Il ventennio 2000-2020 può essere salutato come un vero e proprio rinascimento culturale, con grande fermento nei campi della letteratura, così come in quello del cinema, della musica, dell’arte e della ricerca storiografica. Sganciandosi progressivamente da una fase “testimoniale” e tutta incentrata sul trauma storico e socio-politico del proprio popolo, la nuova generazione di scrittori emersa a partire dai primi anni 2000 si confronta con le forme e i temi della letteratura mondiale, sperimenta strategie narrative che possano rielaborare il trauma rifiutando la piatta rappresentazione realista e spingendosi verso territori più sperimentali.
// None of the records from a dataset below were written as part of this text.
/// Rows read before they go through the estimators (in parallel).
pub const CHUNK_ROWS: usize = 2048;
/// Readings per series a plot keeps at most (every k-th when there are more).
pub const PLOT_POINTS: usize = 4000;
/// Skipped lines reported one by one (with their reason) on stderr.
pub const SKIPPED_SHOWN: usize = 50;

/// How to replay.
#[derive(Clone, Debug, PartialEq)]
pub struct ReplayOptions {
    /// How to read the log.
    pub log: LogOptions,
    /// Estimator settings.
    pub settings: Settings,
    /// Fraction of the capacity that counts as saturation (0 to 1).
    pub alert_fraction: f64,
    /// How long before saturation the alert should come, hours.
    pub alert_lead_h: f64,
    /// Readings before this time (hours on the log's clock, after unit
    /// conversion) are blank readings: the medium before inoculation.
    pub blank_until_h: Option<f64>,
}

impl Default for ReplayOptions {
    fn default() -> Self {
        Self {
            log: LogOptions::default(),
            settings: Settings::default(),
            alert_fraction: 0.9,
            alert_lead_h: 1.0,
            blank_until_h: None,
        }
    }
}

/// The batch fit of the same log, for comparison.
#[derive(Clone, Debug, PartialEq)]
pub struct BatchResult {
    /// The fit, or why there is none.
    pub fit: Result<LogisticFit, String>,
    /// Readings the fit used (after its outlier trimming).
    pub used: usize,
}

/// One reading kept for a plot.
///
/// Units: hours, OD units (blank subtracted when blank columns are used),
/// per hour.
#[derive(Clone, Copy, Debug, PartialEq)]
pub struct TracePoint {
    /// Time, hours.
    pub time_h: f64,
    /// The reading the estimator saw, OD units.
    pub value: f64,
    /// Whether the estimator rejected it.
    pub rejected: bool,
    /// Capacity estimate and sd after the reading, OD units.
    pub capacity: Option<(f32, f32)>,
    /// Rate estimate and sd after the reading, per hour.
    pub rate: Option<(f32, f32)>,
}

/// A bounded list that keeps every k-th item, doubling k when full.
#[derive(Clone, Debug)]
pub struct Thinned<T> {
    items: Vec<T>,
    stride: u64,
    seen: u64,
}

impl<T> Default for Thinned<T> {
    fn default() -> Self {
        Self {
            items: Vec::new(),
            stride: 1,
            seen: 0,
        }
    }
}

impl<T> Thinned<T> {
    fn push(&mut self, item: T) {
        let stride = self.stride.max(1);
        if self.seen.is_multiple_of(stride) {
            self.items.push(item);
            if self.items.len() >= PLOT_POINTS {
                let mut i = 0;
                self.items.retain(|_| {
                    i += 1;
                    i % 2 == 1
                });
                self.stride = stride * 2;
            }
        }
        self.seen += 1;
    }

    /// The kept items, in order.
    #[must_use]
    pub fn items(&self) -> &[T] {
        &self.items
    }
}

/// One series replayed: its estimator, monitor and running summary.
pub struct Series {
    /// The value column.
    pub name: String,
    watch: Watch,
    ceiling: f64,
    /// Readings fed.
    pub readings: usize,
    /// Readings the estimator rejected.
    pub rejected: usize,
    /// Restarts (dilutions) the estimator detected.
    pub restarts: usize,
    /// Saturation-marker cells fed as readings at the ceiling.
    pub saturated_cells: u64,
    /// Readings taken as blank readings (`--blank-until`).
    pub blank_readings: u64,
    /// Readings before this time are blank readings, hours.
    blank_until_h: Option<f64>,
    /// The blank measured so far in the blank phase, OD units.
    measured_blank: Option<f64>,
    rejections: BTreeMap<&'static str, u64>,
    faults: BTreeMap<&'static str, u64>,
    /// Saturation alerts and re-arms, as the monitor raised them.
    alerts: Vec<TimedEvent<f32>>,
    /// Phase changes, as the monitor raised them.
    phases: Vec<TimedEvent<f32>>,
    /// Time of the first saturation alert, hours.
    pub first_alert_h: Option<f64>,
    /// The last step.
    pub last: Option<Step>,
    since_restart: Vec<(f64, f64)>,
    /// Readings kept for a plot (empty unless asked for).
    pub trace: Thinned<TracePoint>,
    /// The monitor's phases as (start, end, name), for a plot.
    pub phase_spans: Vec<(f64, f64, &'static str)>,
    /// Time of the last restart (dilution), hours.
    pub last_restart_h: Option<f64>,
    keep_trace: bool,
    csv: Vec<u8>,
    row_ends: Vec<usize>,
    /// The batch fit, once the log is read.
    pub batch: Option<BatchResult>,
}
Pensiamo qui ad autori come Helîm Yûsiv, Şener Özmen, Ciwanmerd Kulek, Suzan Samancı, Dilawer Zeraq, Kawa Nemir, Mehmet Dicle, Jan Dost, Fawaz Husên e certamente ne lasciamo fuori molti. In questo salto di qualità, un ruolo cruciale è giocato anche dalla pratica della traduzione: questa nuova generazione infatti, per motivi di studio e di lavoro sempre più globalizzata, traduce in curdo per la prima volta molti capolavori della letteratura mondiale, opere che in precedenza i curdi erano costretti a leggere nella lingua dei loro dominatori. Di fatto la letteratura sta diventando per i curdi un vero territorio di libertà, una geografia immaginaria che connette i quattro diversi curdi e la diaspora, abitabile senza i tormenti, le problematiche e le restrizioni della quotidianità. Un luogo in cui la propria identità si esprime e si articola in maniera libera. Kurdistan e letteratura diventano spazi “altri” che si fondono in una foucaultiana eterotopia con regole diverse e un diverso ordine di realtà (Cavaillès 2016).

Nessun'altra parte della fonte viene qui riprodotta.